§ **TASK STATEMENT**: Beginning with the line below that contains "str, scale: float)" and ending with the line that contains "absorbance = scans.to_absorbance()", copy every line exactly. Copy nothing else.

§ **GIVEN RECORDS**:
def read_text(path: str | os.PathLike[str], *, expected: str = "a text table", fix: str = "export the data as CSV or JCAMP-DX text") -> str:
    """Read a text file as UTF-8 (with or without BOM), falling back to Latin-1.

    Binary files and missing files raise :class:`AbsolveError`.
    """
    file = Path(path)
    try:
        raw = file.read_bytes()
    except FileNotFoundError:
        raise AbsolveError("file not found", fix="check the path", file=file) from None
    except IsADirectoryError:
        raise AbsolveError("is a folder, not a file", fix="name a file", file=file) from None
    except OSError as error:
        raise AbsolveError(f"cannot read: {error.strerror}", fix="check the file's permissions", file=file) from None
    if b"\x00" in raw[:65536]:
        text = _wide_text(raw)
        if text is None:
            raise AbsolveError(f"not {expected} (binary content)", fix=fix, file=file)
        return text
    try:
        return raw.decode("utf-8-sig")
    except UnicodeDecodeError:
        return raw.decode("latin-1")


def _wide_text(raw: bytes) -> str | None:
    """Text of a UTF-32 or UTF-16 file (with or without byte-order mark), or None when ``raw`` is binary.

    Without a mark, UTF-16 is recognised by its zero high bytes (text in Latin
    script has them in nearly every character); the decoded text must hold no
    control characters but line breaks and tabs.
    """
    if raw.startswith((codecs.BOM_UTF32_LE, codecs.BOM_UTF32_BE)):  # before UTF-16: the LE marks share two bytes
        codec = "utf-32"
    elif raw.startswith((codecs.BOM_UTF16_LE, codecs.BOM_UTF16_BE)):
        codec = "utf-16"
    else:
        sample = raw[:65536]
        zero_odd, zero_even = sample[1::2].count(0), sample[0::2].count(0)
        if max(zero_odd, zero_even) < 0.9 * (len(sample) // 2) or len(sample) % 2:
            return None
        codec = "utf-16-le" if zero_odd > zero_even else "utf-16-be"
    try:
        text = raw.decode(codec)
    except UnicodeDecodeError:
        return None
    if any(ord(character) < 32 and character not in "\t\n\r" for character in text[:65536]):
        return None
    return text


@dataclass(frozen=True)
class _Lines:
    """The data-bearing lines of a text table with their 1-based line numbers."""

    texts: list[str]
    numbers: list[int]


def _content_lines(text: str) -> _Lines:
    texts: list[str] = []
    numbers: list[int] = []
    for number, line in enumerate(text.splitlines(), start=1):
        stripped = line.strip()
        if stripped and not stripped.startswith("#"):
            texts.append(line.rstrip("\r\n"))
            numbers.append(number)
    return _Lines(texts, numbers)


def _sniff_delimiter(sample: Sequence[str], decimal: str, file: Path, line: int) -> str | None:
    """Return the delimiter character, or None for runs of whitespace."""
    joined = "\n".join(sample)
    if "\t" in joined:
        return "\t"
    if ";" in joined:
        return ";"
    if "," in joined:
        if decimal == ",":
            # Commas are decimal marks here, so columns can only be separated by whitespace.
            if all(len(line.split()) >= 2 for line in sample):
                return None
            raise AbsolveError(
                "commas appear both as decimal marks and as separators",
                fix="use ';' or tabs between columns in comma-decimal files",
                file=file,
                line=line,
            )
        return ","
    return None


def _split(line: str, delimiter: str | None) -> list[str]:
    if delimiter is None:
        return line.split()
    try:
        return next(csv.reader([line], delimiter=delimiter))
    except csv.Error:
        # A cell beyond the csv module's size limit (128 kB) is no value anyway: split
        # plainly, so that the bad cell is reported with its line and column.
        return line.split(delimiter)


def _parse_number(cell: str, decimal: str) -> float | None:
    text = cell.strip()
    if decimal == ",":
        text = text.replace(",", ".")
    # Python's float() reads "1_000" as 1000; no instrument writes that, so it is a typo, not a number.
    if text.lower() in _MISSING_WORDS or "_" in text:
        return None
    try:
        value = float(text)
    except ValueError:
        return None
    return value if np.isfinite(value) else None


@dataclass(frozen=True)
class WideTable:
    """A parsed wide table: first column the grid, the rest named columns.

    Attributes
    ----------
    grid : ndarray, shape (n_rows,)
        First column, sorted increasing.
    columns : ndarray, shape (n_columns, n_rows)
        The other columns, rows following ``grid``'s order.
    names : tuple of str
        Column headers (generated when the file has no header).
    lines : ndarray of int, shape (n_rows,)
        1-based line in the file of each row, in ``grid``'s order (for messages).
    """

    grid: NDArray[np.float64]
    columns: NDArray[np.float64]
    names: tuple[str, ...]
    lines: NDArray[np.int64]


def read_wide_table(path: str | os.PathLike[str], *, decimal: str = ".", what: str = "scan") -> WideTable:
    """Parse a wide table (grid in the first column), with precise errors.

    Plain numeric files are streamed from disk by numpy's C reader, so a
    20,000-column file never exists as text in memory; anything unusual
    (other encodings, missing or saturated cells, malformed rows) takes the
    careful path, which reads the text and names the first bad cell.

    Parameters
    ----------
    path : path-like
        The file.
    decimal : {".", ","}
        Decimal mark.
    what : str
        What a column holds ("scan", "component"), for messages.
    """
    file = Path(path)
    if decimal not in (".", ","):
        raise AbsolveError(f"the decimal mark must be '.' or ','; got {decimal!r}", fix="use --decimal , or leave it out")
    parsed = _stream_parse(file, decimal) or _text_parse(file, decimal, what)
    header, has_header, header_line, matrix, data_numbers = parsed
    n_columns = len(header)
    if has_header:
        names = tuple(name if name else f"{what}-{j}" for j, name in enumerate(header[1:], start=1))
        empty = [j for j, name in enumerate(header[1:], start=2) if not name]
        if empty:
            raise AbsolveError(
                f"column {empty[0]} has no header", fix=f"give every {what} column a name", file=file, line=header_line, column=empty[0]
            )
    else:
        names = tuple(f"{file.stem}-{j}" for j in range(1, n_columns))
    if len(set(names)) != len(names):
        duplicated = [name for j, name in enumerate(names) if name in names[:j]]
        raise AbsolveError(
            f"two columns are named {duplicated[0]!r}", fix=f"give every {what} a unique name", file=file, line=header_line
        )
    grid = matrix[:, 0]
    order = np.argsort(grid, kind="stable")
    in_order = bool(np.all(order == np.arange(order.size)))
    grid = grid[order]
    repeats = np.flatnonzero(np.diff(grid) == 0)
    if repeats.size:
        first_row = int(order[repeats[0] + 1])
        raise AbsolveError(
            f"wavelength {grid[repeats[0]]:g} nm appears twice",
            fix="remove the repeated row",
            file=file,
            line=data_numbers[first_row],
            column=1,
        )
    if grid.size < 2:
        raise AbsolveError("only one wavelength", fix="a scan needs at least two wavelengths", file=file, line=data_numbers[0])
    lines_sorted = np.asarray(data_numbers, dtype=np.int64)[order]
    if grid[0] < _PLAUSIBLE_NM[0] or grid[-1] > _PLAUSIBLE_NM[1]:
        raise AbsolveError(
            f"the first column runs from {grid[0]:g} to {grid[-1]:g}, which is not a UV-Vis wavelength range in nm",
            fix="the first column must be the wavelength in nm (convert wavenumbers or micrometres first)",
            file=file,
            line=int(lines_sorted[0] if grid[0] < _PLAUSIBLE_NM[0] else lines_sorted[-1]),
            column=1,
        )
    # Rows already in order need no gathered copy: the transposition is the only one.
    rows = matrix[:, 1:] if in_order else matrix[order, 1:]
    return WideTable(grid, _transposed(rows), names, lines_sorted)


def _transposed(matrix: NDArray[np.float64]) -> NDArray[np.float64]:
    """C-ordered transpose copied in blocks of columns.

    A plain copy of a wide table's transpose strides across the whole table
    for every element (0.25 s for 400 x 20,000 values); blocks that fit in
    the cache take a tenth of that.
    """
    out = np.empty(matrix.shape[::-1])
    for start in range(0, matrix.shape[1], _TRANSPOSE_BLOCK):
        out[start : start + _TRANSPOSE_BLOCK] = matrix[:, start : start + _TRANSPOSE_BLOCK].T
    return out
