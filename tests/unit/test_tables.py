"""Scan and concentration table readers: layouts accepted, every malformed file located precisely."""

from __future__ import annotations

import codecs
from pathlib import Path

import numpy as np
import pytest
from hypothesis import HealthCheck, given, settings
from hypothesis import strategies as st
from hypothesis.extra import numpy as hnp

from absolve.errors import AbsolveError
from absolve.io.tables import (
    concentration_matrix,
    format_scan_table,
    per_scan_value,
    read_concentration_table,
    read_scan_table,
    read_scans,
    read_wide_table,
)
from absolve.spectra import Spectra

GRID = [400.0, 410.0, 420.0, 430.0]
VALUES = [[0.10, 0.25, 0.40, 0.20], [0.05, 0.5, 1.25, 0.75]]


def _table(delimiter: str = ",", decimal: str = ".", header: tuple[str, ...] = ("wavelength", "red", "blue")) -> str:
    lines = [delimiter.join(header)]
    for j, wavelength in enumerate(GRID):
        cells = [f"{wavelength:g}", *(f"{row[j]:.2f}" for row in VALUES)]
        lines.append(delimiter.join(cell.replace(".", decimal) for cell in cells))
    return "\n".join(lines) + "\n"


def _assert_expected(scans: Spectra, names: tuple[str, ...] = ("red", "blue")) -> None:
    assert scans.names == names
    np.testing.assert_array_equal(scans.wavelengths, GRID)
    np.testing.assert_allclose(scans.values, VALUES, rtol=0, atol=1e-12)


@pytest.mark.parametrize(("delimiter", "decimal"), [(",", "."), ("\t", "."), (";", "."), (" ", "."), ("   ", "."), (";", ","), ("\t", ","), (" ", ",")])
def test_delimiters_and_decimal_marks_are_recognised(write_file, delimiter: str, decimal: str) -> None:
    path = write_file("scans.txt", _table(delimiter, decimal))
    scans = read_scan_table(path, decimal=decimal)
    _assert_expected(scans)
    assert scans.source == str(path)
    assert scans.quantity == "absorbance"


def test_comment_lines_and_blank_lines_are_skipped(write_file) -> None:
    lines = _table().splitlines()
    text = "# exported 2026-01-01\n\n  # operator note\n" + lines[0] + "\n# mid-table remark\n" + "\n".join(lines[1:]) + "\n\n"
    _assert_expected(read_scan_table(write_file("commented.csv", text)))


def test_windows_line_endings(write_file) -> None:
    _assert_expected(read_scan_table(write_file("crlf.csv", _table().replace("\n", "\r\n"))))


def test_descending_and_uneven_grids_are_sorted_with_their_rows(write_file) -> None:
    text = "nm,a,b\n700,0.7,7\n401.5,0.4,4\n650,0.6,6\n400,0.3,3\n"
    scans = read_scan_table(write_file("desc.csv", text))
    assert scans.wavelengths.tolist() == [400.0, 401.5, 650.0, 700.0]
    assert scans.values.tolist() == [[0.3, 0.4, 0.6, 0.7], [3, 4, 6, 7]]


def test_headerless_tables_get_names_from_the_file(write_file) -> None:
    text = "\n".join(",".join(line.split(",")) for line in _table().splitlines()[1:]) + "\n"
    _assert_expected(read_scan_table(write_file("bath.csv", text)), names=("bath-1", "bath-2"))


@pytest.mark.parametrize("encoding", ["utf-8-sig", "latin-1", "utf-16", "utf-16-le-bom", "utf-16-be-bom"])
def test_text_encodings(write_file, encoding: str) -> None:
    text = _table(header=("wavelength", "rouge é", "bleu"))
    if encoding.endswith("-bom"):
        codec = encoding.removesuffix("-bom")
        content = (codecs.BOM_UTF16_LE if codec.endswith("le") else codecs.BOM_UTF16_BE) + text.encode(codec)
    else:
        content = text.encode(encoding)
    _assert_expected(read_scan_table(write_file("enc.csv", content)), names=("rouge é", "bleu"))


@pytest.mark.parametrize(
    ("quantity", "scale"),
    [("transmittance", 1.0), ("percent-transmittance", 100.0)],
)
def test_transmittance_tables_are_read_as_such(write_file, quantity: str, scale: float) -> None:
    text = f"nm,s\n400,{1.0 * scale:g}\n410,{0.1 * scale:g}\n420,{0.0:g}\n"
    scans = read_scan_table(write_file("t.csv", text), quantity=quantity)  # type: ignore[arg-type]
    assert scans.quantity == quantity
    absorbance = scans.to_absorbance()
    # A = -log10 T; T = 0 is a saturated point (common practice, no source).
    np.testing.assert_allclose(absorbance.values[0, :2], [0.0, 1.0], atol=1e-12)
    assert absorbance.usable.tolist() == [[True, True, False]]


# (file name, content, read options, line, column, message): every malformed file raises
# AbsolveError naming the file, and the line (and column) wherever one applies.
MALFORMED = [
    ("empty.csv", "", {}, None, None, "the file holds no data"),
    ("comments.csv", "# nothing\n#\n", {}, None, None, "the file holds no data"),
    ("header_only.csv", "# x\nwavelength,a,b\n", {}, 2, None, "header but no data rows"),
    ("word.csv", "nm,a,b\n400,0.1,0.2\n410,0.1,abc\n", {}, 3, 3, "'abc' is not a number"),
    ("comma_decimal.csv", "nm;a\n400;0.1\n410;0,2\n", {}, 3, 2, "'0,2' is not a number — use --decimal ,"),
    ("missing.csv", "nm,a,b\n400,0.1,0.2\n410,,0.2\n", {}, 3, 2, "missing value"),
    ("nan.csv", "nm,a,b\n400,0.1,0.2\n410,NaN,0.2\n", {}, 3, 2, "'NaN' is not a measured value"),
    ("inf.csv", "nm,a,b\n400,0.1,0.2\n410,0.2,-inf\n", {}, 3, 3, "'-inf' is not a measured value"),
    ("underscore.csv", "nm,a\n400,1_0\n410,0.2\n", {}, 2, 2, "'1_0' is not a number"),
    ("repeat.csv", "nm,a\n400,0.1\n410,0.2\n400,0.3\n", {}, 4, 1, "wavelength 400 nm appears twice"),
    ("one.csv", "nm,a,b\n400,0.1,0.2\n", {}, 2, None, "only one wavelength"),
    ("short_row.csv", "nm,a,b\n400,0.1,0.2\n410,0.1\n420,0.1,0.2\n", {}, 3, None, "2 cells where the header has 3"),
    ("long_row.csv", "nm,a,b\n400,0.1,0.2\n410,0.1,0.2,0.3\n", {}, 3, None, "4 cells where the header has 3"),
    ("one_column.csv", "wavelength\n400\n410\n", {}, 1, None, "found one column"),
    ("no_name.csv", "nm,a,,b\n400,1,2,3\n410,1,2,3\n", {}, 1, 3, "column 3 has no header"),
    ("twins.csv", "nm,a,a\n400,0.1,0.2\n410,0.1,0.2\n", {}, 1, None, "two columns are named 'a'"),
    ("wavenumber.csv", "cm-1,a\n25000,0.1\n20000,0.2\n", {}, 2, 1, "not a UV-Vis wavelength range in nm"),
    ("micrometre.csv", "um,a\n0.4,0.1\n0.5,0.2\n", {}, 2, 1, "not a UV-Vis wavelength range in nm"),
    ("percent.csv", "nm,a,b\n400,50,60\n410,99,120.5\n", {"quantity": "percent-transmittance"}, 3, 3, "percent transmittance up to 120.5"),
    ("fraction.csv", "nm,a,b\n400,0.5,60\n410,0.9,0.3\n", {"quantity": "transmittance"}, 2, 3, "transmittance up to 60 .* use --quantity percent-transmittance"),
    ("absorbance_pct.csv", "nm,a\n400,45\n410,80\n", {}, 3, 2, "absorbance up to 80"),
    ("both_commas.csv", "nm,a\n400,0,1\n410,0,2\n", {"decimal": ","}, 1, None, "commas appear both as decimal marks and as separators"),
    ("binary.csv", b"\x89PNG\r\n\x1a\n\x00\x00\x00\rIHDR\x00\x01", {}, None, None, r"not a text table \(binary content\)"),
]
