def draw_figure(
    key: str,
    place: str,
    library: ReferenceLibrary,
    data: MixtureResult | BatchNumbers | None,
    file_format: FigureFormat | None,
) -> tuple[str, bytes | None]:
    """One figure of the report as inline SVG text, and as a file when a format is asked for.

    Parameters
    ----------
    key : str
        The figure's file stem; its SVG ids start with ``f-{key}``, so they
        are unique on the page and the same whichever process draws it.
    place : {"library", "overview", "residual-sizes", "scan"}
    library : ReferenceLibrary
    data : MixtureResult or BatchNumbers or None
        The whole batch's numbers for the overviews (:class:`BatchNumbers`, or
        a result), the one scan (with its spectra) for a scan figure, None for
        the library figure.
    file_format : {"png", "svg"}, optional
    """
    with _svg_settings():
        if place == "library":
            figure = library_figure(library)
        elif data is None:
            raise ValueError(f"the {place!r} figure needs the scans' results")
        elif place == "overview":
            figure = plot_overview(data).figure
        elif place == "residual-sizes":
            figure = plot_residual_sizes(data, library).figure
        elif place == "scan" and not isinstance(data, BatchNumbers):
            figure = scan_figure(data, library, 0)
        else:
            raise ValueError(f"cannot draw a {place!r} figure from {type(data).__name__}")
        return figure_svg(figure, f"f-{key}"), None if file_format is None else figure_bytes(figure, file_format)


@contextlib.contextmanager
def _svg_settings() -> Iterator[None]:
    """SVG text as text elements, not glyph outlines (quicker to write, and smaller), and ids the same on every run."""
    import matplotlib

    with matplotlib.rc_context({"svg.fonttype": "none", "svg.hashsalt": "absolve"}):
        yield


def _overview_caption(result: BatchNumbers) -> str:
    if result.n_scans > _RASTER_ABOVE:
        return "Concentration per scan and component (one dot each; the uncertainties are in the results table and results.csv)."
    return "Concentration per scan and component; bars are expanded uncertainties (about 95 %), often smaller than the dots."


def _scan_caption(result: MixtureResult, scan: int) -> str:
    flags = ", ".join(result.scan_flags[scan]) or "no scan flags"
    diagnosis = result.screening.diagnoses[scan]
    text = f"{result.scan_names[scan]}: measured and fitted absorbance with each component's contribution; residual with its noise band ({flags})."
    return text if diagnosis is None else f"{text} {diagnosis.message}"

§ **RESPONSE TO THE TASK**:
def test_transmittance_tables_are_read_as_such(write_file, quantity: str, scale: float) -> None:
    text = f"nm,s\n400,{1.0 * scale:g}\n410,{0.1 * scale:g}\n420,{0.0:g}\n"
    scans = read_scan_table(write_file("t.csv", text), quantity=quantity)  # type: ignore[arg-type]
    assert scans.quantity == quantity
    absorbance = scans.to_absorbance()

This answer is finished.